All of you have made me feel better after a horrible day of feeling very upset! A row with my so called 'best friend' really made me wonder how she is actually a friend at all and I think at the end of all this I will be married to the man I love and hopefully cleansed of some rather miserable, selfish people.

Thanks all.

Oh and Computedshorty...congratulations...and what wonderful memories they must be.

Having been married for all of a week(!) I can really empathise with your thoughts. Our wedding... in the end.. did end up being really fab; we had 70 of our closest friends and family and yes we had a really great time. BUT I have to admit we many many times said that we wished we had just gone off and got married and then just had a big party afterwards. We're pretty relaxed people and we still found it stressful and so expensive. we mistakenly thought our parents would be upset if we just disappeared and did it - boy were we wrong!! And so as good as it was - I'm more excited about actually being married than i have been about the big day & surely that's the point!?!

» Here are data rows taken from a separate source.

// The star-mesh (pi) equivalent of a T network and its noise-equivalent
// resistance: the arms against the transform's formulas and against the
// terminal resistances of both networks, the pi solved by the engine against
// the T at every frequency, and R_n against the engine's resistor noise.
#include "circuit/tee_equivalents.h"

#include <doctest/doctest.h>

#include <cmath>

#include "analysis/mna_system.h"
#include "circuit/expand_stage.h"
#include "circuit/feedback_network.h"
#include "test_support.h"

namespace hushgain {
namespace {

using test::RelErr;

constexpr double kRelArm = 1e-12;

double Parallel(double a, double b) { return a * b / (a + b); }

TEST_CASE("the pi arms are S/R3 S/R2 and S/R1 with S = R1 R2 + R2 R3 + R3 R1") {
  // Star-mesh transform (Kennelly 1899; REFERENCES.md sections 6 and 13):
  // the arm opposite star arm R_k is S / R_k.
  for (const TeeNetwork t :
       {TeeNetwork{47e3, 220e3, 2.2e3}, TeeNetwork{100e3, 100e3, 100},
        TeeNetwork{1, 1e9, 1e-3}}) {
    const PiEquivalent pi = StarMesh(t);
    const double s =
        t.r1_ohm * t.r2_ohm + t.r2_ohm * t.r3_ohm + t.r3_ohm * t.r1_ohm;
    CHECK(RelErr(pi.bridge_ohm, s / t.r3_ohm) < kRelArm);
    CHECK(RelErr(pi.input_arm_ohm, s / t.r2_ohm) < kRelArm);
    CHECK(RelErr(pi.output_arm_ohm, s / t.r1_ohm) < kRelArm);
    // The bridge is the T's transresistance R1 + R2 + R1 R2 / R3.
    Feedback fb;
    fb.kind = Feedback::Kind::kTee;
    fb.tee = t;
    CHECK(RelErr(pi.bridge_ohm, FeedbackEquivalentOhm(fb)) < kRelArm);
  }
}

TEST_CASE("the pi and the T have the same three terminal-pair resistances") {
  // The defining property of the transform (Kennelly 1899): between each
  // pair of terminals, the third left open, both networks measure the same.
  const TeeNetwork t{47e3, 220e3, 2.2e3};
  const PiEquivalent pi = StarMesh(t);
  // summing node - output (ground open): R1 + R2 vs bridge || (in + out)
  CHECK(RelErr(Parallel(pi.bridge_ohm, pi.input_arm_ohm + pi.output_arm_ohm),
               t.r1_ohm + t.r2_ohm) < kRelArm);
  // summing node - ground: R1 + R3 vs in || (bridge + out)
  CHECK(RelErr(Parallel(pi.input_arm_ohm, pi.bridge_ohm + pi.output_arm_ohm),
               t.r1_ohm + t.r3_ohm) < kRelArm);
  // output - ground: R2 + R3 vs out || (bridge + in)
  CHECK(RelErr(Parallel(pi.output_arm_ohm, pi.bridge_ohm + pi.input_arm_ohm),
               t.r2_ohm + t.r3_ohm) < kRelArm);
}

// The stage's netlist with R1, R2, R3 replaced by the three pi arms.
Netlist PiNetlist(const Netlist& tee_net, const TeeNetwork& t) {
  Netlist net = tee_net;
  NodeId summing = kGround, output = kGround;
  for (const Resistor& r : tee_net.resistors) {
    if (r.name == "R1") summing = r.a;
    if (r.name == "R2") output = r.b;
  }
  REQUIRE(summing != kGround);
  REQUIRE(output != kGround);
  std::erase_if(net.resistors, [](const Resistor& r) {
    return r.name == "R1" || r.name == "R2" || r.name == "R3";
  });
  const PiEquivalent pi = StarMesh(t);
  net.resistors.push_back({"bridge", summing, output, pi.bridge_ohm, true});
  net.resistors.push_back(
      {"input arm", summing, kGround, pi.input_arm_ohm, true});
  net.resistors.push_back(
      {"output arm", output, kGround, pi.output_arm_ohm, true});
  return net;  // the tee node stays, now unconnected: give it a path below
}

TEST_CASE("the pi network solved by the engine has the T's transfer") {
  // A real op-amp (finite A0 and GBW, R_out, pin capacitances), a load and
  // C_f, so the comparison covers the whole frequency range.
  Stage stage = test::EveryElementTeeStage();
  stage.plus_resistor.mode = PlusResistor::Mode::kNone;
  const TeeNetwork t = stage.feedback.tee;
  const Netlist tee_net = ExpandStage(stage);
  Netlist pi_net = PiNetlist(tee_net, t);
  // The T's centre node is left without parts; tie it to ground through a
  // resistor that touches nothing else, so the system stays regular.
  NodeId centre = kGround;
  for (const Resistor& r : tee_net.resistors)
    if (r.name == "R3") centre = r.a;
  pi_net.resistors.push_back({"tie", centre, kGround, 1e3, false});

  MnaSystem tee_system, pi_system;
  REQUIRE(MnaSystem::Build(tee_net, &tee_system).ok);
  REQUIRE(MnaSystem::Build(pi_net, &pi_system).ok);
  AdjointSolver tee_solver(tee_system), pi_solver(pi_system);
  const Port tee_port = tee_system.Compile(tee_net.signal);
  const Port pi_port = pi_system.Compile(pi_net.signal);
  const Port tee_en = tee_system.Compile(Excitation{OpAmpInputVoltage{0}});
  const Port pi_en = pi_system.Compile(Excitation{OpAmpInputVoltage{0}});
  for (double f = 0; f < 1e9; f = f == 0 ? 1e-2 : f * 1.7) {
    CAPTURE(f);
    REQUIRE(tee_solver.SolveAt(f).ok);
    REQUIRE(pi_solver.SolveAt(f).ok);
    const Complex h_tee = tee_solver.Transfer(tee_port);
    const Complex h_pi = pi_solver.Transfer(pi_port);
    CHECK(std::abs(h_pi - h_tee) <= 1e-9 * std::abs(h_tee));
    const Complex ng_tee = tee_solver.Transfer(tee_en);
    const Complex ng_pi = pi_solver.Transfer(pi_en);
    CHECK(std::abs(ng_pi - ng_tee) <= 1e-9 * std::abs(ng_tee));
  }
}

TEST_CASE("the noise-equivalent resistance gives the T's resistor noise") {
  // Derived here: the three resistors' output noise (gains of REFERENCES.md
  // section 6) equals 4kT / R_n x Req^2. Checked against the engine's R1, R2
  // and R3 densities at low frequency with a near-ideal op-amp.
  const TeeNetwork t{100e3, 100e3, 100};
  const double rn = TeeNoiseEquivalentOhm(t);
  const double req = StarMesh(t).bridge_ohm;
  const double g = t.r2_ohm / t.r3_ohm;
  CHECK(RelErr(rn, req * req /
                       (t.r1_ohm * (1 + g) * (1 + g) + t.r2_ohm +
                        t.r3_ohm * g * g)) < kRelArm);
  // 100.2 MOhm built this way is as noisy as about 100 kOhm.
  CHECK(RelErr(rn, 100.2e6 * 100.2e6 /
                       (100e3 * 1001.0 * 1001.0 + 100e3 +
                        100 * 1000.0 * 1000.0)) < kRelArm);
  CHECK(rn < req / 900);

  const Stage stage =
      test::TeeStage(1e9, t.r1_ohm, t.r2_ohm, t.r3_ohm, test::IdealOpAmp());
  const Budget b = test::ComputeOrFail(stage, 1e-6);
  double psd = 0;
  for (const char* name : {"R1", "R2", "R3"}) {
    const double d =
        test::FindContributor(b, name).output_density_ref_v_per_rthz;
    psd += d * d;
  }
  CHECK(RelErr(psd, test::FourKT(300.0) / rn * req * req) < test::kRelIdeal);
}

}  // namespace
}  // namespace hushgain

So in short - really think about what you want. Will you regret doing it with no one else being part of it or do you have people who you would love to have as part of your day? I too had a humdinger with my best friend who couldn't make the wedding (we had to rearrange after my husband's mum had a stroke earlier in the year and she said i should have checked wih her first before we agreed the new date - bearing in mind it was the only date our venue, photographer and caterers could all do & at no extra cost!!) but we sorted it out and it's fine...


but anyway... i'm sure you'll make the best decision and congratulations!! whatever you decide to do it will be fantastic i'm sure :))

Defo do whatever you want; short notice wedding might mean some people can't come but all the most important people will make it there one way or another be it sickie, babysitters etc etc.


You don't list the details of your row with you best mate but I do know that sometimes it can be a very emotional time and your friend might have thought she was trying to help and it spiralled out of control.


We considered having our reception upstairs in the EDT (The lodge). I thought it was a really cool space and would make a great cheap reception pleace.

Ditto all the other posters. Do exactly what you want. One of my best friends got married without telling a soul. Some of her friends were pleased for her. Other friends were pissed off. But she learnt that they musn't have been very good friends in the first place if they didn't understand that a marriage and therefore a wedding is really between two people. As long as you're happy, your friends should be too, instead of trying to make it about them.